(Data excerpts)
•••
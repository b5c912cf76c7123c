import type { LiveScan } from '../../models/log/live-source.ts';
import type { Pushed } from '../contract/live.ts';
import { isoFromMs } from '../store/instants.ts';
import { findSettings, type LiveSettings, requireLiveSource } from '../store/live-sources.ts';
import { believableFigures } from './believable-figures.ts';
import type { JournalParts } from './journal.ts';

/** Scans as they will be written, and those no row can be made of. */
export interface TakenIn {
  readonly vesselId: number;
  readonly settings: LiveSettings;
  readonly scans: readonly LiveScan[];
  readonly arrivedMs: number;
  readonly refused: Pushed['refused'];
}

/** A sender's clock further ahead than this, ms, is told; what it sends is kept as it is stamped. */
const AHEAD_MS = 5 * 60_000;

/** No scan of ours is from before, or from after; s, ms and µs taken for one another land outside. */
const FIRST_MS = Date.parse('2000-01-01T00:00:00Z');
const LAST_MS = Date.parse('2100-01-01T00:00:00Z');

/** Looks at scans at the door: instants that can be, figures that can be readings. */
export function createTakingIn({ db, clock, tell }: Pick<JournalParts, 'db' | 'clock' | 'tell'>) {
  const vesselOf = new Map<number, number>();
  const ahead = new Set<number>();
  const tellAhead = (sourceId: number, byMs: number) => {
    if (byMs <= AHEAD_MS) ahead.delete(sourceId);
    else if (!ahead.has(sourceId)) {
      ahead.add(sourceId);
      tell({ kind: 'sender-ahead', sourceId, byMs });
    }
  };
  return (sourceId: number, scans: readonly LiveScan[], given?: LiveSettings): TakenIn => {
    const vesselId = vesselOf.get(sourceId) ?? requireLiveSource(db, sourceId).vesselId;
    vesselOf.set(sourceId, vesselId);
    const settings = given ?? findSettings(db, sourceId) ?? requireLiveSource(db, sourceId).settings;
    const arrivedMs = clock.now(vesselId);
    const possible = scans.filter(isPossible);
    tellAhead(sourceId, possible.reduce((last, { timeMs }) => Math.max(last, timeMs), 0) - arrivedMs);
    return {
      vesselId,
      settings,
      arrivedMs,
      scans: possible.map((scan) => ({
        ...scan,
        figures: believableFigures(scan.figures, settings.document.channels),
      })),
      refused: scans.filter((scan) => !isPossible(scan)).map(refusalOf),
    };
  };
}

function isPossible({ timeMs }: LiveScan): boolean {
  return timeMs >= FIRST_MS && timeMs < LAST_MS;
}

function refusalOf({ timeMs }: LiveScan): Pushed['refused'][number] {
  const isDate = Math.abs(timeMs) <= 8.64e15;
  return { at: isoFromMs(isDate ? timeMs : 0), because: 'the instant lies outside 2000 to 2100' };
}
•••
• _Work instruction_:
The lines needed run from the first line of the data through the line containing "vesselOf.set(sourceId, vesselId);"; give them again exactly and nothing else.

• _Exercise solution_:
repository b5c912cf76c7123c
import type { LiveScan } from '../../models/log/live-source.ts';
import type { Pushed } from '../contract/live.ts';
import { isoFromMs } from '../store/instants.ts';
import { findSettings, type LiveSettings, requireLiveSource } from '../store/live-sources.ts';
import { believableFigures } from './believable-figures.ts';
import type { JournalParts } from './journal.ts';

/** Scans as they will be written, and those no row can be made of. */
export interface TakenIn {
  readonly vesselId: number;
  readonly settings: LiveSettings;
  readonly scans: readonly LiveScan[];
  readonly arrivedMs: number;
  readonly refused: Pushed['refused'];
}

/** A sender's clock further ahead than this, ms, is told; what it sends is kept as it is stamped. */
const AHEAD_MS = 5 * 60_000;

/** No scan of ours is from before, or from after; s, ms and µs taken for one another land outside. */
const FIRST_MS = Date.parse('2000-01-01T00:00:00Z');
const LAST_MS = Date.parse('2100-01-01T00:00:00Z');

/** Looks at scans at the door: instants that can be, figures that can be readings. */
export function createTakingIn({ db, clock, tell }: Pick<JournalParts, 'db' | 'clock' | 'tell'>) {
  const vesselOf = new Map<number, number>();
  const ahead = new Set<number>();
  const tellAhead = (sourceId: number, byMs: number) => {
    if (byMs <= AHEAD_MS) ahead.delete(sourceId);
    else if (!ahead.has(sourceId)) {
      ahead.add(sourceId);
      tell({ kind: 'sender-ahead', sourceId, byMs });
    }
  };
  return (sourceId: number, scans: readonly LiveScan[], given?: LiveSettings): TakenIn => {
    const vesselId = vesselOf.get(sourceId) ?? requireLiveSource(db, sourceId).vesselId;
    vesselOf.set(sourceId, vesselId);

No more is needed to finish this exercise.